# HSDSSource

An object of type HSDSSource is a HDFGroup server running on a machine. The constructor requires the endpoint and server type. At present, the only valie value is hsds (for the HDF Scalable Data Service). If the type is not specified, the server will be assumed to be hsds

src.hsds <- HSDSSource('http://hsdshdflab.hdfgroup.org')

The routine listDomains is provided for inspection of the server hierarchy. This is the hierarchy that maps approximately to the directory structure of the server file system. The purpose of this routine is to assist the user in locating HDF5 files.

The user needs to know the root domain of the server.

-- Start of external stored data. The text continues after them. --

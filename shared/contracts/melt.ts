import { z } from 'zod';
import type { InstructionStep } from '#shared/domain/instruction/instruction-step.ts';
import type { CardContext, CardState } from '#shared/domain/pour-card/card-state.ts';
import type { Casting } from './casting.ts';
import type { MeltEvent, Photograph } from './card.ts';
import { words, type Abilities } from './common.ts';

/** Adds a remark to a melt; what was written stays. `seq` names the event it corrects, null for the melt as a whole. */
export const amendMeltRequest = z.object({
  seq: z.int().positive().nullable(),
  note: words(2000, 'Say what is to be corrected, and why.'),
});
/** Adds a remark to a melt. */
export type AmendMeltRequest = z.infer<typeof amendMeltRequest>;

/** A page of the melt book, newest first; `before` is the code number of the last melt seen. */
export const listMeltsQuery = z.object({
  before: z.coerce.number().int().positive().optional(),
  limit: z.coerce.number().int().min(1).max(200).default(50),
});

/** A melt as a line of the melt book. */
export interface MeltSummary {
  readonly id: string;
  readonly code: string;
  readonly number: number;
  readonly alloyName: string;
  readonly family: Casting['alloy']['family'];
  readonly fineness: number;
  readonly flaskCode: string;
  readonly step: CardState['step'];
  readonly stopped: boolean;
  /** Why and since when work on it is stopped; null while it is not. */
  readonly stop: { readonly sentence: string; readonly at: string } | null;
  readonly openedAt: string;
  readonly pouredAt: string | null;
  readonly pourMeltC: number | null;
  readonly metalInG: number;
  readonly castMassG: number | null;
  readonly lossMassG: number | null;
  readonly person: string;
  readonly terminal: string;
  readonly departures: number;
  /** Departures that still want their reason. */
  readonly openVariances: number;
  /** Whether a reason on it asks for its pieces to be held. */
  readonly holdsPieces: boolean;
}

/** A page of the melt book. */
export interface MeltPage {
  readonly melts: readonly MeltSummary[];
  /** Where the next page begins, or null at the end of the book. */
  readonly next: number | null;
}

/** A remark added after the fact. */
export interface Amendment {
  readonly seq: number | null;
  readonly note: string;
  readonly person: string;
  readonly at: string;
}

/** One melt with everything that happened on it. */
export interface Melt extends MeltSummary {
  readonly casting: Casting;
  readonly compositionWt: Readonly<Record<string, number>>;
  readonly rangeBasis: 'computed' | 'measured';
  readonly context: CardContext;
  readonly instructionRevision: number;
  /** The instruction's steps that belong to this work, in order. */
  readonly steps: readonly InstructionStep[];
  readonly state: CardState;
  readonly events: readonly MeltEvent[];
  readonly amendments: readonly Amendment[];
  readonly photographs: readonly Photograph[];
  readonly abilities: Abilities<'amend'>;
}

The data set’s maintainer should publish this information along with the server endpoint.

listDomains(src.hsds, '/home/jreadey')
##  [1] "/home/jreadey/4DStem"
## [22] "/home/jreadey/tmp"
listDomains(src.hsds, '/home/jreadey/HDFLabTutorial')
## [1] "/home/jreadey/HDFLabTutorial/03.h5"
## [3] "/home/jreadey/HDFLabTutorial/04a.h5"

# HSDSFile

An object of class HSDSFile represents a HDF5 file. The object is constructed by providing a source and a file domain.

f0 <- HSDSFile(src.hsds, '/home/spollack/testzero.h5')
f1 <- HSDSFile(src.hsds, '/shared/bioconductor/tenx_full.h5')

The function listDatasets lists the datasets in a file.

listDatasets(f0)
## [1] "/grpA/grpAA/dsetAA1" "/grpA/grpAB/dsetX"   "/grpB/grpBA/dsetX"
## [4] "/grpB/grpBB/dsetBB1" "/grpC/dsetCC"
listDatasets(f1)
## [1] "/newassay001"

# HSDSDataset

Construct a HSDSDataset object from a HSDSFile and a dataset path.

d0 <- HSDSDataset(f0, '/grpA/grpAB/dsetX')
d1 <- HSDSDataset(f1, '/newassay001')

## Data Fetch (1)

The low-level data retrieval method is getData. Its argument is a vector of slices of type character. Valid slices are : (all indices), 1:10 (indices 1 through 10 inclusive), :10 (same as 1:10), 5: (from 5 to the maximum value of the index) and 2:14:4 (from 2 to 14 inclusive in increments of 4.)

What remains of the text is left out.